Content starts

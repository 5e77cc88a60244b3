"""``rxchain devices``: what can be used here, what is missing, and the clock learnt from a carrier."""

import json

import numpy as np
import pytest
from test_sound_output import card, needs_library  # noqa: F401
from test_sound_output import run as run_on_card
from test_usb_receiver import library, run  # noqa: F401

from rxchain.cli.main import main
from rxchain.sources.rtlsdr_calibration import strongest_line

RATE_HZ = 1.2e6
COMMAND = """
import io, contextlib
from rxchain.cli.main import main
out, err = io.StringIO(), io.StringIO()
with contextlib.redirect_stdout(out), contextlib.redirect_stderr(err):
    status = main({arguments!r})
print(json.dumps([status, out.getvalue(), err.getvalue()]))
"""


def test_receivers_are_listed_by_serial_and_index(library):  # noqa: F811
    (status, out, _), _ = run(library, COMMAND.format(arguments=["devices"]), STANDIN_DEVICES="2")
    assert status == 0
    assert "  rtlsdr:00000001  stand-in (index 0)\n  rtlsdr:00000002  stand-in (index 1)\n" in out


def test_what_is_missing_is_said_with_its_cure(library):  # noqa: F811
    body = "sys.modules['rtlsdr'] = sys.modules['sounddevice'] = None\n" + COMMAND.format(
        arguments=["devices", "--json"]
    )
    (status, out, _), _ = run(library, body)
    found = json.loads(out)
    assert status == 0
    assert "pip install 'pyrtlsdr[lib]'" in found["receivers"]["missing"]
    assert "apt install libportaudio2" in found["sound_outputs"]["missing"]
    (_, out, _), _ = run(library, COMMAND.format(arguments=["devices"]), STANDIN_DEVICES="0")
    assert "none: no receiver on USB; plug one in" in out


@needs_library
def test_sound_outputs_are_listed(card):  # noqa: F811
    body = COMMAND.format(arguments=["devices", "--json"])
    _, out, _ = run_on_card(card[0], body)
    (paper,) = (one for one in json.loads(out)["sound_outputs"]["devices"] if one["name"] == "paper")
    assert paper["number"] == 0
    assert paper["channels"] >= 2
    assert paper["rate_hz"] > 0


def carrier_file(path, ppm, amplitude, frequency_hz=100e6, beside_hz=250e3):
    """What a receiver with that clock error delivers of a carrier, noise under it, as bytes."""
    true_rate_hz = RATE_HZ * (1 + ppm * 1e-6)
    offset_hz = frequency_hz - (frequency_hz - beside_hz) * (1 + ppm * 1e-6)
    n = 3_400_000
    phase = np.arange(n) * (offset_hz / true_rate_hz)
    rng = np.random.default_rng(6)
    iq = amplitude * np.exp(2j * np.pi * (phase % 1.0)) + 0.1 * (rng.standard_normal(n) + 1j * rng.standard_normal(n))
    components = np.stack([iq.real, iq.imag], axis=1) * 60 + 127.5
    path.write_bytes(np.clip(np.round(components), 0, 255).astype(np.uint8).tobytes())


@pytest.mark.parametrize("ppm", [-61.3, 0.0, 17.25])
def test_a_clock_error_is_learnt_from_a_carrier(library, tmp_path, ppm):  # noqa: F811
    carrier_file(tmp_path / "carrier", ppm, 0.3)
    arguments = ["devices", "--calibrate", "100MHz", "--json"]
    body = "import rxchain.sources.rtlsdr_receiver as early\nearly._QUEUED_S = 60.0\n" + COMMAND.format(
        arguments=arguments
    )
    (status, out, err), _ = run(library, body, STANDIN_FILE=str(tmp_path / "carrier"))
    assert status == 0, err
    found = json.loads(out)
    # A line of 0.3 in noise of 0.14 over 0.2 s is placed to some 10 mHz; the parabola's own error is under 1 % of a bin.
    assert found["ppm"]["value"] == pytest.approx(ppm, abs=0.002)
    assert found["ppm"]["uncertainty"] < 0.002


def test_no_carrier_is_no_calibration(library, tmp_path):  # noqa: F811
    carrier_file(tmp_path / "noise", 0.0, 0.0)
    body = COMMAND.format(arguments=["devices", "--calibrate", "100MHz"])
    body = "import rxchain.sources.rtlsdr_receiver as early\nearly._QUEUED_S = 60.0\n" + body
    (status, _, err), _ = run(library, body, STANDIN_FILE=str(tmp_path / "noise"))
    assert status == 2
    assert "no carrier stands out there" in err


def test_a_line_is_placed_between_the_bins():
    t = np.arange(4_096) / 48_000.0
    for hz in (5_000.0, 5_003.1, 5_007.9):
        iq = np.exp(2j * np.pi * hz * t).astype(np.complex64)
        offset_hz, snr_db = strongest_line(iq, 48_000.0, 5_000.0, 100.0)
        assert offset_hz == pytest.approx(hz - 5_000.0, abs=0.4)  # the parabola's bias is 3 % of a bin at most
        assert snr_db > 40.0


@pytest.mark.parametrize(
    ("arguments", "rule"),
    [
        (["--calibrate", "100"], "a frequency is a number with its unit"),
        (["--gain", "20"], "is for calibrating"),
        (["--receiver", "1"], "is for calibrating"),
        (["--calibrate", "1MHz", "--gain", "loud"], "must be auto, headroom or a number of dB"),
    ],
)
def test_bad_requests(capsys, arguments, rule):
    assert main(["devices", *arguments]) == 2
    assert rule in capsys.readouterr().err
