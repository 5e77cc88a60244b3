"""Sound through the real library with no sound card, and what an operator sees when the output fails.

The system's sound library can write what is played into a file instead of a card; that is unpaced and exact to the bit.
One process a case, because the library reads its settings once.
"""

import ctypes.util
import json
import os
import subprocess
import sys
import threading
from pathlib import Path

import numpy as np
import pytest

from rxchain.chain.channel_settings import channel_from_text
from rxchain.chain.receiver import ChannelAudio
from rxchain.errors import RequestError, SinkError
from rxchain.sinks.hearing import Hearing
from rxchain.sinks.listening import Listening

DEADLINE_S = 60
SYSTEM_SETTINGS = Path("/usr/share/alsa/alsa.conf")
RATE_HZ = 12_000.0

needs_library = pytest.mark.skipif(
    ctypes.util.find_library("portaudio") is None or not SYSTEM_SETTINGS.exists(),
    reason="needs PortAudio on ALSA (apt install libportaudio2)",
)


@pytest.fixture
def card(tmp_path):
    """Settings of a sound card that writes what it plays into a file."""
    played = tmp_path / "played.raw"
    (tmp_path / "asound.conf").write_text(
        f'<{SYSTEM_SETTINGS}>\npcm.paper {{ type file slave.pcm "null" file "{played}" format "raw" hint {{ show on }} }}\n'
    )
    return tmp_path, played


def run(folder, body):
    done = subprocess.run(
        [sys.executable, "-c", "import json\nimport numpy as np\n" + body],
        env=os.environ | {"ALSA_CONFIG_PATH": str(folder / "asound.conf")},
        capture_output=True,
        text=True,
        timeout=DEADLINE_S,
        check=False,
    )
    assert done.returncode == 0, done.stderr
    assert done.stderr == ""  # the library's own remarks are kept off the terminal
    return json.loads(done.stdout.splitlines()[-1])


@needs_library
def test_what_is_written_is_what_the_card_gets(card):
    folder, played = card
    sent = run(
        folder,
        """
from rxchain.sinks.sound_output import SoundOutput, find_output
output = SoundOutput(find_output("paper"))
rng = np.random.default_rng(4)
frames = rng.uniform(-0.5, 0.5, (4800, 2)).astype(np.float32)
for piece in np.split(frames, 10):
    output.write(piece)
output.write(np.zeros((20_000, 2), np.float32))
output.close()
print(json.dumps(frames.tolist()))
""",
    )
    got = np.frombuffer(played.read_bytes(), np.float32).reshape(-1, 2)
    sent = np.array(sent, np.float32)
    start = np.flatnonzero(got.any(axis=1))[0]
    np.testing.assert_array_equal(got[start : start + len(sent)], sent)


@needs_library
def test_a_channel_is_heard_as_it_was_received(card):
    """The whole way: playback into the real library, and the file against the audio by correlation."""
    folder, played = card
    rate_hz = run(
        folder,
        """
from rxchain.sinks.sound_output import SoundOutput, find_output
from rxchain.sinks.playback import Playback, Voice
from rxchain.sinks.hearing import Hearing
output = SoundOutput(find_output("paper"))
playback = Playback([Voice(12_000.0, 1)], output.rate_hz, Hearing.solo(0))
playback.volume_db = 0.0
t = np.arange(24_000) / 12_000.0
audio = (0.3 * np.sin(2 * np.pi * (300.0 + 500.0 * t) * t)).astype(np.float32)[None]
for k in range(200):
    if k % 2 == 0:
        playback.write(0, audio[:, k * 120 : k * 120 + 240])
    output.write(playback.render(round(0.01 * output.rate_hz)))
output.close()
print(output.rate_hz)
""",
    )
    got = np.frombuffer(played.read_bytes(), np.float32).reshape(-1, 2)[:, 0].astype(float)
    t = np.arange(int(2.0 * rate_hz)) / rate_hz
    wanted = 0.3 * np.sin(2 * np.pi * (300.0 + 500.0 * t) * t)
    middle = wanted[int(0.5 * rate_hz) : int(1.5 * rate_hz)]
    lags = np.arange(len(got) - len(middle))
    spectrum = np.fft.rfft(got, 2**18) * np.conj(np.fft.rfft(middle, 2**18))
    at = int(np.argmax(np.fft.irfft(spectrum)[: len(lags)]))
    found = got[at : at + len(middle)]
    # A fraction of a sample remains between the two, and the speed is on its way to 1 within a thousandth.
    assert np.corrcoef(found, middle)[0, 1] > 0.98
    assert np.abs(found).max() == pytest.approx(0.3, rel=0.01)


@needs_library
@pytest.mark.parametrize(
    ("wanted", "words"), [("nosuch", "no sound output of this number or name; there are: 0 (paper)"), ("pap", "ok")]
)
def test_an_output_is_found_by_part_of_its_name(card, wanted, words):
    body = f"""
from rxchain.sinks.sound_output import find_output
from rxchain.errors import RequestError
try:
    print(json.dumps("ok " + find_output({wanted!r}).name))
except RequestError as error:
    print(json.dumps(str(error)))
"""
    assert words in run(card[0], body)


@needs_library
def test_receive_listens_at_its_own_pace_and_a_quiet_run_leaves_only_the_sound(card, tmp_path):
    folder, played = card
    t = np.arange(72_000) / 48_000.0
    iq = 0.3 * (1 + 0.8 * np.cos(2 * np.pi * 1000.0 * t))
    (tmp_path / "one.cf32").write_bytes(iq.astype("<c8").tobytes())
    body = f"""
import time
from rxchain.cli.main import main
started = time.monotonic()
status = main(["receive", {str(tmp_path / "one.cf32")!r}, "--rate", "48kHz", "--centre", "1MHz", "--quiet",
               "--channel", "1MHz A3E name=one squelch=off agc=off", "--listen", "one", "--output", "paper", "--volume", "0"])
print(json.dumps([status, time.monotonic() - started]))
"""
    status, seconds = run(folder, body)
    assert status == 0
    assert seconds > 1.5  # no faster than the recording
    got = np.frombuffer(played.read_bytes(), np.float32).reshape(-1, 2)[:, 0]
    rate_hz = 44_100.0  # what the library takes for such a card's own
    heard = np.flatnonzero(np.abs(got) > 0.05)
    steady = got[heard[-1] - 22_050 : heard[-1] - 2_000]
    spectrum = np.abs(np.fft.rfft(steady * np.hanning(len(steady))))
    assert np.argmax(spectrum) * rate_hz / len(steady) == pytest.approx(1000.0, abs=4.0)
    assert 0.5 < (heard[-1] - heard[0]) / rate_hz < 1.7


def test_a_missing_library_is_named_with_its_cure(tmp_path):
    body = """
import sys
sys.modules["sounddevice"] = None
from rxchain.sinks.sound_output import find_output
from rxchain.errors import RequestError
try:
    find_output(None)
except RequestError as error:
    print(json.dumps(str(error)))
"""
    text = run(tmp_path, body)
    assert "apt install libportaudio2" in text
    assert "pip install sounddevice" in text


class FakeReceiver:
    """A receiver's names and rates."""

    def __init__(self):
        self.channels = (channel_from_text("1MHz A3E name=one"), channel_from_text("2MHz A3E name=two"))
        self.elapsed_s = 0.0

    def audio_rate_hz(self, _place):
        return RATE_HZ


class Bench:
    """Outputs, a receiver and a clock that move together: every write of an output moves the time on by its length."""

    def __init__(self):
        self.now_s, self.receiver = 0.0, FakeReceiver()
        self.listening = None
        self.there = True
        self.opened = 0
        self.rate_hz = 48_000.0
        self.frames = []
        self.reached = threading.Event()
        self.until = 0
        self.sent = 0

    def open(self):
        if not self.there:
            raise SinkError("output=bench: not there")
        self.opened += 1
        return BenchOutput(self)


class BenchOutput:
    name, latency_s = "bench", 0.02

    def __init__(self, bench):
        self.bench, self.rate_hz = bench, bench.rate_hz

    def write(self, frames):
        bench = self.bench
        if not bench.there:
            raise SinkError("output=bench: unplugged")
        bench.frames.append(frames)
        bench.now_s += len(frames) / self.rate_hz
        until = int(bench.now_s / 0.02) * 240
        if bench.listening is not None and until > bench.sent:
            for place, hz in ((0, 600.0), (1, 900.0)):
                t = np.arange(bench.sent, until) / RATE_HZ
                bench.listening.write(ChannelAudio(place, (0.3 * np.sin(2 * np.pi * hz * t))[None].astype(np.float32)))
            bench.sent = until
            bench.receiver.elapsed_s = until / RATE_HZ
        if len(bench.frames) >= bench.until:
            bench.reached.set()
        return False

    def close(self):
        pass


def listen(bench, **more):
    bench.listening = Listening(bench.receiver, Hearing.solo(0), bench.open, lambda: bench.now_s, **more)


def after(bench, blocks):
    """Waits until the output has taken so many more blocks."""
    bench.until = len(bench.frames) + blocks
    bench.reached.clear()
    assert bench.reached.wait(DEADLINE_S)


def strongest_hz(frames, rate_hz):
    audio = np.concatenate(frames)[:, 0]
    return np.argmax(np.abs(np.fft.rfft(audio))) * rate_hz / len(audio)


def test_an_output_that_goes_and_comes_back_is_said_counted_and_used_again(monkeypatch):
    monkeypatch.setattr("rxchain.sinks.listening._FIRST_WAIT_S", 0.001)
    monkeypatch.setattr("rxchain.sinks.listening._LONGEST_WAIT_S", 0.002)
    bench = Bench()
    listen(bench, volume_db=0.0)
    after(bench, 200)
    status = bench.listening.status()
    assert (status.trouble, status.losses, status.heard, status.output) == (None, 0, "one", "bench")
    assert 0.0 < status.delay_s < 0.25  # blocks of 20 ms, and a start that has not settled
    bench.there = False
    while bench.listening.status().trouble is None:
        pass
    assert "bench" in bench.listening.status().trouble
    assert bench.listening.status().losses == 1
    bench.rate_hz = 44_100.0  # another output, at another rate
    bench.frames.clear()
    bench.there = True
    after(bench, 200)
    assert bench.listening.status().trouble is None
    assert bench.opened == 2
    assert abs(strongest_hz(bench.frames[100:200], 44_100.0) - 600.0) < 3.0
    bench.listening.close()


def test_what_is_heard_can_be_changed_while_it_plays():
    bench = Bench()
    listen(bench, volume_db=0.0)
    after(bench, 150)
    bench.listening.hear(Hearing.solo(1))
    after(bench, 150)
    assert bench.listening.status().heard == "two"
    assert abs(strongest_hz(bench.frames[-100:], 48_000.0) - 900.0) < 3.0
    bench.listening.set_muted(True)
    after(bench, 150)
    assert not np.concatenate(bench.frames[-50:]).any()
    assert bench.listening.status().muted
    bench.listening.close()


def test_an_output_that_takes_nothing_any_more_is_said():
    bench = Bench()
    listen(bench)
    after(bench, 20)
    frozen = threading.Event()
    write = BenchOutput.write
    waiting = threading.Event()

    def stuck(self, frames):
        waiting.set()
        frozen.wait(DEADLINE_S)
        return write(self, frames)

    try:
        BenchOutput.write = stuck
        assert waiting.wait(DEADLINE_S)
        bench.now_s += 3.0
        assert bench.listening.status().trouble == "the output takes nothing any more"
    finally:
        BenchOutput.write = write
        frozen.set()
    bench.listening.close()


def test_an_output_that_is_not_there_is_a_bad_request():
    bench = Bench()
    bench.there = False
    with pytest.raises((RequestError, SinkError)):
        listen(bench)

Content ends

Your goal: Once you find the line with "be auto, headroom" above, print it and every line after it up to and including the line with "the output fails.", exactly as written and nothing else.

Written answer:
        (["--calibrate", "1MHz", "--gain", "loud"], "must be auto, headroom or a number of dB"),
    ],
)
def test_bad_requests(capsys, arguments, rule):
    assert main(["devices", *arguments]) == 2
    assert rule in capsys.readouterr().err
repository 5e77cc88a60244b3
"""Sound through the real library with no sound card, and what an operator sees when the output fails.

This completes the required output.